1.Place broth in large saucepan or Dutch oven; add chicken. Bring to boiling. Reduce heat and simmer, covered, about 15 minutes or until chicken is tender and no longer pink. Remove chicken from broth. Let stand until cool enough to handle.
2.Skin, bone, and finely shred chicken; set aside. Discard skin and bones. Strain broth through large sieve or colander lined with two layers of 100-percent-cotton cheesecloth. Skim fat from broth; set broth aside.

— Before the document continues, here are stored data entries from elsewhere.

@dataclass(frozen=True)
class BondiHoyle:
    """Bondi-Hoyle-Lyttleton accretion with a constant boost factor.

    ``Mdot = 4 pi alpha G^2 M^2 rho / (c_s^2 + v^2)^(3/2)`` ([B52]_, [HL39]_, [E04]_), with
    the constant boost ``alpha`` of [SDH05]_ and [DM05]_.

    Parameters
    ----------
    boost : float, optional
        Boost factor ``alpha`` > 0 (default :data:`DEFAULT_BONDI_BOOST` = 100).

    Notes
    -----
    Bondi's eigenvalue ``lambda(gamma)`` (:func:`bondi_lambda`; 1.12 for isothermal gas,
    0.25 for gamma = 5/3) is **not** included: as in [SDH05]_ the normalisation is
    ``4 pi`` and any ``lambda`` is absorbed into ``boost``. For Bondi's adiabatic solution
    without boost use ``boost = bondi_lambda(gamma)`` and ``v_rel = 0``.

    Raises
    ------
    bhgrow.errors.ParameterError
        ``` `boost` of BondiHoyle must be > 0; got -3 ```
    """

    boost: float = DEFAULT_BONDI_BOOST
    #: ``coefficient`` is proportional to ``rho`` (the engine then computes it once per
    #: interval per unit gas)
    linear_in_density: ClassVar[bool] = True

    def __post_init__(self) -> None:
        object.__setattr__(self, "boost", _validate.positive(type(self).__name__, "boost",
                                                             self.boost))

    def coefficient(self, rho, cs, v_rel=0.0) -> np.ndarray:
        """Coefficient ``A`` with ``Mdot = A M^2``, in 1/(Msun Gyr).

        Parameters
        ----------
        rho : array_like
            Gas density around the black hole, Msun/kpc^3 (>= 0).
        cs : array_like
            Sound speed of that gas, km/s.
        v_rel : array_like, optional
            Speed of the black hole relative to the gas, km/s (default 0).
            ``cs^2 + v_rel^2`` must be > 0.

        Returns
        -------
        numpy.ndarray
            ``A = 4 pi alpha G^2 rho / (cs^2 + v_rel^2)^(3/2)``, float64, broadcast shape.
        """
        return _bondi_coefficient(self.boost, rho, cs, v_rel)

    def rate(self, m_bh, rho, cs, v_rel=0.0) -> np.ndarray:
        """Bondi-Hoyle-Lyttleton accretion rate, Msun/Gyr.

        Parameters
        ----------
        m_bh : array_like
            Black-hole mass, Msun.
        rho, cs, v_rel : array_like
            As in :meth:`coefficient`.

        Returns
        -------
        numpy.ndarray
            ``Mdot = A m_bh^2`` in Msun/Gyr (gas taken from the reservoir; not capped).
        """
        m = np.asarray(m_bh, dtype=np.float64)
        return self.coefficient(rho, cs, v_rel) * m * m


@dataclass(frozen=True)
class BoothSchaye:
    """Bondi-Hoyle-Lyttleton accretion with the density-dependent boost of Booth & Schaye.

    ``alpha = max(1, (n_H / n_H*)^beta)`` with ``n_H = X rho / m_p`` ([BS09]_, memory):
    unboosted Bondi accretion in gas that could be resolved as a single phase, boosted where
    the density exceeds the threshold at which a cold phase is expected.

    Parameters
    ----------
    n_h_star_cm3 : float, optional
        Threshold hydrogen number density ``n_H*`` > 0, cm^-3 (default 0.1).
    beta : float, optional
        Slope ``beta`` >= 0 (default 2; ``beta = 0`` gives unboosted Bondi accretion).
    hydrogen_fraction : float, optional
        Hydrogen mass fraction ``X`` in (0, 1] used for ``n_H`` (default 0.76).

    Notes
    -----
    As in :class:`BondiHoyle` the normalisation is ``4 pi`` without Bondi's ``lambda``.
    """

    n_h_star_cm3: float = DEFAULT_BS09_N_H_STAR_CM3
    beta: float = DEFAULT_BS09_BETA
    hydrogen_fraction: float = DEFAULT_HYDROGEN_FRACTION
    #: the boost depends on density: the engine re-evaluates the coefficient every substep
    linear_in_density: ClassVar[bool] = False

    def __post_init__(self) -> None:
        owner = type(self).__name__
        object.__setattr__(self, "n_h_star_cm3",
                           _validate.positive(owner, "n_h_star_cm3", self.n_h_star_cm3))
        object.__setattr__(self, "beta", _validate.non_negative(owner, "beta", self.beta))
        object.__setattr__(self, "hydrogen_fraction",
                           _validate.in_range(owner, "hydrogen_fraction",
                                              self.hydrogen_fraction, 0.0, 1.0, lo_open=True))

    def n_h_cm3(self, rho) -> np.ndarray:
        """Hydrogen number density ``n_H = X rho / m_p`` in cm^-3 for ``rho`` in Msun/kpc^3."""
        rho = np.asarray(rho, dtype=np.float64)
        return self.hydrogen_fraction * rho * (_RHO_CGS_PER_INTERNAL / M_P_G)

    def boost_factor(self, rho) -> np.ndarray:
        """Boost ``alpha = max(1, (n_H / n_H*)^beta)`` (Booth & Schaye 2009), dimensionless."""
        # alpha = (n_H/n_H*)^beta above n_H*, else 1 (Booth & Schaye 2009, MNRAS 398, 53)
        return np.maximum(1.0, (self.n_h_cm3(rho) / self.n_h_star_cm3) ** self.beta)

    def coefficient(self, rho, cs, v_rel=0.0) -> np.ndarray:
        """Coefficient ``A`` with ``Mdot = A M^2``, in 1/(Msun Gyr); see
        :meth:`BondiHoyle.coefficient`, with ``alpha`` from :meth:`boost_factor`."""
        return _bondi_coefficient(self.boost_factor(rho), rho, cs, v_rel)

    def rate(self, m_bh, rho, cs, v_rel=0.0) -> np.ndarray:
        """Accretion rate ``A m_bh^2`` in Msun/Gyr; see :meth:`BondiHoyle.rate`."""
        m = np.asarray(m_bh, dtype=np.float64)
        return self.coefficient(rho, cs, v_rel) * m * m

3.In same saucepan cook onion, cumin, and garlic in 1 tablespoon hot oil until onion is tender but not brown. Stir in strained broth, undrained tomatoes, tomato sauce, chili peppers, cilantro, and oregano. Bring to boiling. Reduce heat and simmer, covered, for 20 minutes. Stir in chicken; heat through.
4.Cut tortillas in half, then cut them crosswise into 1/2-inch-wide strips. In a heavy medium skillet heat 1/4 inch of oil. Fry strips in hot oil, half at a time, about 1 minute or until crisp and light brown. Remove with a slotted spoon; drain on paper towels.
5.Divide tortilla strips among 4 bowls. Ladle soup over tortilla strips. Sprinkle each serving with cheese. Serve immediately. Makes 4 servings.